◆ **Action item**: Take the data below and copy exactly the lines starting at the one with "matter is above" and finishing at the one with "const parts = proximate.map((k)", both included.

◆ **Supplied data**:
━━━━

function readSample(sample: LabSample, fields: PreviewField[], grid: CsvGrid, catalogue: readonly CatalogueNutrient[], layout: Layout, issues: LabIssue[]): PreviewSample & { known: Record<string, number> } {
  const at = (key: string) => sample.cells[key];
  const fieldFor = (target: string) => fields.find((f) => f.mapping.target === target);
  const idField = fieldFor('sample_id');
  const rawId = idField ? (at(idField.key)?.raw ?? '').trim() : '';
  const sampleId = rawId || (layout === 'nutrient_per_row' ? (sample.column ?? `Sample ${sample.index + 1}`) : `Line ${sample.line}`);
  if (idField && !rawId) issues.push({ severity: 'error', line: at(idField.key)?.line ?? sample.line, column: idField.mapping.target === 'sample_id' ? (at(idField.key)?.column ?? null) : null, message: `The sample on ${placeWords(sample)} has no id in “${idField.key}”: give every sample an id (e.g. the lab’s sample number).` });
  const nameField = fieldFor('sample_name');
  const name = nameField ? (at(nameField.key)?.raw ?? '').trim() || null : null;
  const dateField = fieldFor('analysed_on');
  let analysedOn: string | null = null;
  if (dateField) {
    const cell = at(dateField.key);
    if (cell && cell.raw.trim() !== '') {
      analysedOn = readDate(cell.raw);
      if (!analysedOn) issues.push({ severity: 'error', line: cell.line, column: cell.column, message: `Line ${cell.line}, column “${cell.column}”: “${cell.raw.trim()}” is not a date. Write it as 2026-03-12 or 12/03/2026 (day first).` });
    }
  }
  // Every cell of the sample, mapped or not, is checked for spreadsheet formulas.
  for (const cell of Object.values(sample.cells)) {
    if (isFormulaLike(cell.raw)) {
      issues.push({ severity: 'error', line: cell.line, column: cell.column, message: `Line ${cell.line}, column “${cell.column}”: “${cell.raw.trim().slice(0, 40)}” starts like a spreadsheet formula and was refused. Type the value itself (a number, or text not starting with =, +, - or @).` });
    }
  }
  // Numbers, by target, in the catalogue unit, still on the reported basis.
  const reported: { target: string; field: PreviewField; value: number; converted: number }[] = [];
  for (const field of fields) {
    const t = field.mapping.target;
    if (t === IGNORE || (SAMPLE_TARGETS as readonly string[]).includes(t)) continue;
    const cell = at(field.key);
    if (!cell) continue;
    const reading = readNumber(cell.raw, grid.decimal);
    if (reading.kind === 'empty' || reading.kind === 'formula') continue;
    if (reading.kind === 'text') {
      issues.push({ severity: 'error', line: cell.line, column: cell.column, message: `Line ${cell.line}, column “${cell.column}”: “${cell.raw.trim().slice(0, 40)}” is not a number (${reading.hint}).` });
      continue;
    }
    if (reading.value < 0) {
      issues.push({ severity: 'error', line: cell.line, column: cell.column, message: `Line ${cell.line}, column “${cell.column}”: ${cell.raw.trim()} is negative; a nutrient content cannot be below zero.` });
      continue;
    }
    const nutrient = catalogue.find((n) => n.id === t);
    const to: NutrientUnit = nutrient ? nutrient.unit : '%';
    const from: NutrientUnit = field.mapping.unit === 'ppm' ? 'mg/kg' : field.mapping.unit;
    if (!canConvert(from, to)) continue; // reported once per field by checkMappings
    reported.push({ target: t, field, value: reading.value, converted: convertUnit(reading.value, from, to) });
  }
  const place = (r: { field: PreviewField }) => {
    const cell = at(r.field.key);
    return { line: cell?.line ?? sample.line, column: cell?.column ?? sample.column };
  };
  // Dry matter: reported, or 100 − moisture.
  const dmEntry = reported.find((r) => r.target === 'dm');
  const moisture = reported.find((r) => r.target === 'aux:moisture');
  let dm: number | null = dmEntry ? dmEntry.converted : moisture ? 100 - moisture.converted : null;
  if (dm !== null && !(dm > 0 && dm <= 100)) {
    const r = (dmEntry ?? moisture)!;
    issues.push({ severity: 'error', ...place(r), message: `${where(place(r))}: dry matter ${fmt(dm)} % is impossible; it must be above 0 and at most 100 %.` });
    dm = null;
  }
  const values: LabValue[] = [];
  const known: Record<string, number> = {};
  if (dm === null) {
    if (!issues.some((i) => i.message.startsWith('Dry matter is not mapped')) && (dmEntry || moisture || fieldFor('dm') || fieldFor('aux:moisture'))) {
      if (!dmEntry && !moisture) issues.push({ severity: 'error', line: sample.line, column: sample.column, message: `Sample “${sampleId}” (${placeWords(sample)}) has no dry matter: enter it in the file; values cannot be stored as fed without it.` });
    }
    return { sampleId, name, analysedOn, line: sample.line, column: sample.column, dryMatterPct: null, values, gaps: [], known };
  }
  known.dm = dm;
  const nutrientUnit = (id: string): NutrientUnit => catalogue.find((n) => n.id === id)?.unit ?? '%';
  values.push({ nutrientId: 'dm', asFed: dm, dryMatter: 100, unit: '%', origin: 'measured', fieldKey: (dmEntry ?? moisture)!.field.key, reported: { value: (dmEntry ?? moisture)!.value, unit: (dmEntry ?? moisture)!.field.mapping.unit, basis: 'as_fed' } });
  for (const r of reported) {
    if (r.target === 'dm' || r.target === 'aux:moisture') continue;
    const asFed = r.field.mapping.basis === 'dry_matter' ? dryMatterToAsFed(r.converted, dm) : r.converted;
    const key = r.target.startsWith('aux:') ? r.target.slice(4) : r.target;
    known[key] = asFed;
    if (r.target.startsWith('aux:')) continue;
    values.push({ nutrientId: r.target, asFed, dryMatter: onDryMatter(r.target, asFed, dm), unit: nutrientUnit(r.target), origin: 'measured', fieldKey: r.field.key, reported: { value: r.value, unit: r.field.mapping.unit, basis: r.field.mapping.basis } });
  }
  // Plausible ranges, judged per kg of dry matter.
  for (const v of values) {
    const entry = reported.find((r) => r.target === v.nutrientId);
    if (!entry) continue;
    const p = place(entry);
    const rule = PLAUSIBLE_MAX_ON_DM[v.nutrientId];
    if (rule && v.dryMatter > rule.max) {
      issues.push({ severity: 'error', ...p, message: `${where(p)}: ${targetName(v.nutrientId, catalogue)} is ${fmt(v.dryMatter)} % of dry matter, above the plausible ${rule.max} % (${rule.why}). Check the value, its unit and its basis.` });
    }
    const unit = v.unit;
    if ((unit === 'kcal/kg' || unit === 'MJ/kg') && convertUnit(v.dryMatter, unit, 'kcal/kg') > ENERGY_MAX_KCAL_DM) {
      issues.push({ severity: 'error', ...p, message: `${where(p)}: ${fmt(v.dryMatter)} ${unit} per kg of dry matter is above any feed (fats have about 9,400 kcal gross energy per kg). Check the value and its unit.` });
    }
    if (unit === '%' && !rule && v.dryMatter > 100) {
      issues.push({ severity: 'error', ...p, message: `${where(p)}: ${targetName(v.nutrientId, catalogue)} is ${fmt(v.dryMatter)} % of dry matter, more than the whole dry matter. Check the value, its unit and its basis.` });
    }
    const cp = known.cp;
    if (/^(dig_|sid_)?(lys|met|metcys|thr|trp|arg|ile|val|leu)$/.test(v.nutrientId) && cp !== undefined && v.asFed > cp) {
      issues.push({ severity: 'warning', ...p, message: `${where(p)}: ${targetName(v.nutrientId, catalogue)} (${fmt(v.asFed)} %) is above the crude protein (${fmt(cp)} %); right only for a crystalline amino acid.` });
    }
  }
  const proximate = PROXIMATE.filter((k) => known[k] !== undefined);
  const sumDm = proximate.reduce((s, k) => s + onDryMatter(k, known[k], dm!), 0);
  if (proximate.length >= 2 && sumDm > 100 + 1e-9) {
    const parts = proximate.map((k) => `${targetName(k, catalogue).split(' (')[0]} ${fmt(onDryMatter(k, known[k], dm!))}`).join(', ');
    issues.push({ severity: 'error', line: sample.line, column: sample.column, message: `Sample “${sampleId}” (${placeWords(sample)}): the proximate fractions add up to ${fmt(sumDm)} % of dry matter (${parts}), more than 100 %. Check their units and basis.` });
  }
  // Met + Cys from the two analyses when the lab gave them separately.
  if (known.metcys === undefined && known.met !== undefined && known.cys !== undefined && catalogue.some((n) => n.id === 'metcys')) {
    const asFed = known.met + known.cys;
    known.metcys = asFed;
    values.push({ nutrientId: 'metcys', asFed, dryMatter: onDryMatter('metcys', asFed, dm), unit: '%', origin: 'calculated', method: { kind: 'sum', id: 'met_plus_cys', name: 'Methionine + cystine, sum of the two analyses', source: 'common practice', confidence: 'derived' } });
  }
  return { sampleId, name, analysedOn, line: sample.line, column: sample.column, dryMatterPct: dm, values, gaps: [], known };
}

━━━━

◆ **Result for this exercise**:
      issues.push({ severity: 'error', ...p, message: `${where(p)}: ${fmt(v.dryMatter)} ${unit} per kg of dry matter is above any feed (fats have about 9,400 kcal gross energy per kg). Check the value and its unit.` });
    }
    if (unit === '%' && !rule && v.dryMatter > 100) {
      issues.push({ severity: 'error', ...p, message: `${where(p)}: ${targetName(v.nutrientId, catalogue)} is ${fmt(v.dryMatter)} % of dry matter, more than the whole dry matter. Check the value, its unit and its basis.` });
    }
    const cp = known.cp;
    if (/^(dig_|sid_)?(lys|met|metcys|thr|trp|arg|ile|val|leu)$/.test(v.nutrientId) && cp !== undefined && v.asFed > cp) {
      issues.push({ severity: 'warning', ...p, message: `${where(p)}: ${targetName(v.nutrientId, catalogue)} (${fmt(v.asFed)} %) is above the crude protein (${fmt(cp)} %); right only for a crystalline amino acid.` });
    }
  }
  const proximate = PROXIMATE.filter((k) => known[k] !== undefined);
  const sumDm = proximate.reduce((s, k) => s + onDryMatter(k, known[k], dm!), 0);
  if (proximate.length >= 2 && sumDm > 100 + 1e-9) {
    const parts = proximate.map((k) => `${targetName(k, catalogue).split(' (')[0]} ${fmt(onDryMatter(k, known[k], dm!))}`).join(', ');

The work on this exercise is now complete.